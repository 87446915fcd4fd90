/** A polynomial for a machine: searched, its coefficients rounded together, its whole error proved for the program that evaluates it. */
import { type Expression, Q, type Rational } from '../expression/index.ts';
import { type Budget, Declined } from '../outcome.ts';
import type { PolynomialTerm } from '../write/index.ts';
import { type RoundedCoefficients, roundCoefficients } from './coefficients.ts';
import { fromFixed } from './fixed.ts';
import { type FloatFormat, powerOfTwo } from './format.ts';
import { type Arithmetic, polynomialProgram, type Program } from './program.ts';
import { certified, type CertifiedPolynomial, errorParts, type EvaluationProof, type FitMeasure, type ProofProblem, type ProvedError, proveProgram } from './proof.ts';
import { type Basis, basisFor, bestOfDegree, type Found, leastDegree, leastWithin, nextDegree, type Search } from './search.ts';
import { type FitTarget, prepareTarget } from './target.ts';

export interface PolynomialProblem {
  readonly function: Expression;
  readonly variable: string;
  /** Rational ends: the caller rounds exact ends outward. */
  readonly low: Rational;
  readonly high: Rational;
  readonly measure: FitMeasure;
  /** Exactly one of the two; a tolerance is in the measure. */
  readonly tolerance?: Rational;
  readonly degree?: number;
  /** Format of the coefficients and of the result. */
  readonly format: FloatFormat;
  /** Format in which the target language computes, where it is a wider one. */
  readonly operations?: FloatFormat;
  readonly form: 'horner' | 'estrin';
  /** Every multiply-add is one operation with one rounding. */
  readonly fma: boolean;
  /** The code calls the language's multiply-add, which may still round twice. */
  readonly writtenFma: boolean;
  readonly basis?: Basis;
  readonly method: 'minimax' | 'taylor' | 'economized';
}

export interface PolynomialFit {
  readonly target: FitTarget;
  /** In u = x - centre, lowest power first, floats of the format. */
  readonly terms: readonly PolynomialTerm[];
  readonly unrounded: readonly PolynomialTerm[];
  readonly degree: number;
  readonly basis: Basis;
  readonly centre: Rational;
  /** What was proved. */
  readonly program: Program;
  /** The same operations with the language's multiply-add. */
  readonly writtenProgram: Program;
  readonly error: ProvedError;
}

const WORKING_BITS = 320;

/** Throws Declined with bad-request (parameters, zeros, singular points), undecided (nothing could be proved), over-budget. */
export function fitPolynomial(problem: PolynomialProblem, budget: Budget): PolynomialFit {
  const { low, high, format } = problem;
  if (Q.compare(low, high) >= 0) throw new Declined('bad-request', 'The interval of a fit needs two different ends, the smaller one first.');
  const relative = problem.measure !== 'absolute';
  const target = prepareTarget(problem.function, problem.variable, low, high, relative, WORKING_BITS, budget);
  const search: Search = { target, relative, low: Q.subtract(low, target.zero), high: Q.subtract(high, target.zero), basis: basisFor(target, low, high, problem.basis) };
  const setting: Setting = { problem, search, proof: proofProblem(problem, search) };
  if (problem.degree !== undefined) {
    const found = bestOfDegree(search, Math.max(problem.degree, leastDegree(search)), budget);
    if (!found) throw new Declined('undecided', 'No best polynomial of this degree was found on this interval; take a smaller interval or another degree.');
    return finished(setting, candidate(setting, found, budget), budget);
  }
  const tolerance = problem.tolerance ?? Q.ZERO;
  let found = leastWithin(search, relativeGoal(problem), budget);
  if (!found) throw new Declined('bad-request', 'No polynomial of degree up to 120 keeps this tolerance; take a smaller interval or a larger tolerance.');
  let best: Candidate | null = null;
  // The least degree for the approximation alone may lose the tolerance to rounding: then the next ones are tried while that can help.
  for (let tries = 0; tries < 4; tries += 1) {
    const next = candidate(setting, found, budget);
    if (Q.compare(next.proof.total, tolerance) <= 0) return finished(setting, next, budget);
    if (!best || Q.compare(next.proof.total, best.proof.total) < 0) best = next;
    if (Q.compare(next.proof.evaluation, tolerance) >= 0) break;
    const more: Found | null = bestOfDegree(search, nextDegree(search, found.degree), budget);
    if (!more) break;
    found = more;
  }
  const reached = Q.toDouble(best?.proof.total ?? Q.ONE).toExponential(2);
  throw new Declined('bad-request', `Rounding in ${format.name} alone takes this tolerance away: the best proven error is ${reached}; allow a larger tolerance or a wider format.`);
}

interface Setting {
  readonly problem: PolynomialProblem;
  readonly search: Search;
  readonly proof: ProofProblem;
}

/** One ulp of y is between 2^-p |y| and 2^(1-p) |y|: a relative error of half the tolerance in ulp may do, twice as much never does. */
function relativeGoal({ tolerance = Q.ZERO, measure, format }: PolynomialProblem): Rational {
  return measure === 'ulp' ? Q.multiply(tolerance, powerOfTwo(1 - format.precision)) : tolerance;
}

function proofProblem(problem: PolynomialProblem, { target, basis }: Search): ProofProblem {
  const { low, high } = problem;
  const arithmetic: Arithmetic = { operations: problem.operations ?? problem.format, result: problem.format };
  const symmetric = basis !== 'all' && target.parity === basis && Q.equal(low, Q.negate(high)) && Q.isZero(target.zero);
  const inside = Q.compare(low, target.zero) <= 0 && Q.compare(target.zero, high) <= 0;
  return { function: problem.function, variable: problem.variable, low, high, measure: problem.measure, arithmetic, centre: target.zero, through: inside, symmetric };
}

interface Candidate {
  readonly found: Found;
  readonly polynomial: CertifiedPolynomial;
  readonly program: Program;
  readonly writtenProgram: Program;
  readonly proof: EvaluationProof;
}

const shiftBy = (coefficients: readonly Rational[], { powers }: { readonly powers: readonly number[] }, order: number): PolynomialTerm[] =>
  coefficients.map((value, k) => ({ power: (powers[k] ?? 0) + order, value }));

/** Rounds the coefficients, certifies the polynomial and takes the program with the smaller proven error. */
function candidate({ problem, search, proof }: Setting, found: Found, budget: Budget): Candidate {
  const { format, variable, form, fma } = problem;
  const { order, zero } = search.target;
  const rounded: RoundedCoefficients | null = roundCoefficients(found, format, budget);
  if (!rounded) throw new Declined('bad-request', `A coefficient is beyond the range of ${format.name}; take another format or interval.`);
  const polynomial = certified(shiftBy(rounded.values, found.problem, order), proof, budget);
  let best: Candidate | null = null;
  for (const leadingApart of order === 1 ? [false, true] : [false]) {
    const program = polynomialProgram(polynomial.terms, variable, zero, { form, fma, leadingApart });
    const writtenProgram = problem.writtenFma === fma ? program : polynomialProgram(polynomial.terms, variable, zero, { form, fma: problem.writtenFma, leadingApart });
    const next = { found, polynomial, program, writtenProgram, proof: proveProgram(program, polynomial, proof, budget) };
    if (!best || Q.compare(next.proof.total, best.proof.total) < 0) best = next;
  }
  if (!best) throw new RangeError('no program was tried');
  return best;
}

function finished({ search, proof }: Setting, { found, polynomial, program, writtenProgram, proof: total }: Candidate, budget: Budget): PolynomialFit {
  const { target, basis } = search;
  const unrounded = shiftBy(
    found.result.coefficients.map((c) => fromFixed(c, found.problem.grid.bits)),
    found.problem,
    target.order,
  );
  const ideal = certified(unrounded, proof, budget);
  return { target, terms: polynomial.terms, unrounded, degree: found.degree, basis, centre: target.zero, program, writtenProgram, error: errorParts(total, polynomial, ideal, proof, budget) };
}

## GOAL OF THE EXERCISE
Each line from the first line of the listing through the line with "CertifiedPolynomial, errorParts, type" must be output exactly, both ends included, and no other line may appear.

## WRITTEN SOLUTION
repository 87446915fcd4fd90
/** A polynomial for a machine: searched, its coefficients rounded together, its whole error proved for the program that evaluates it. */
import { type Expression, Q, type Rational } from '../expression/index.ts';
import { type Budget, Declined } from '../outcome.ts';
import type { PolynomialTerm } from '../write/index.ts';
import { type RoundedCoefficients, roundCoefficients } from './coefficients.ts';
import { fromFixed } from './fixed.ts';
import { type FloatFormat, powerOfTwo } from './format.ts';
import { type Arithmetic, polynomialProgram, type Program } from './program.ts';
import { certified, type CertifiedPolynomial, errorParts, type EvaluationProof, type FitMeasure, type ProofProblem, type ProvedError, proveProgram } from './proof.ts';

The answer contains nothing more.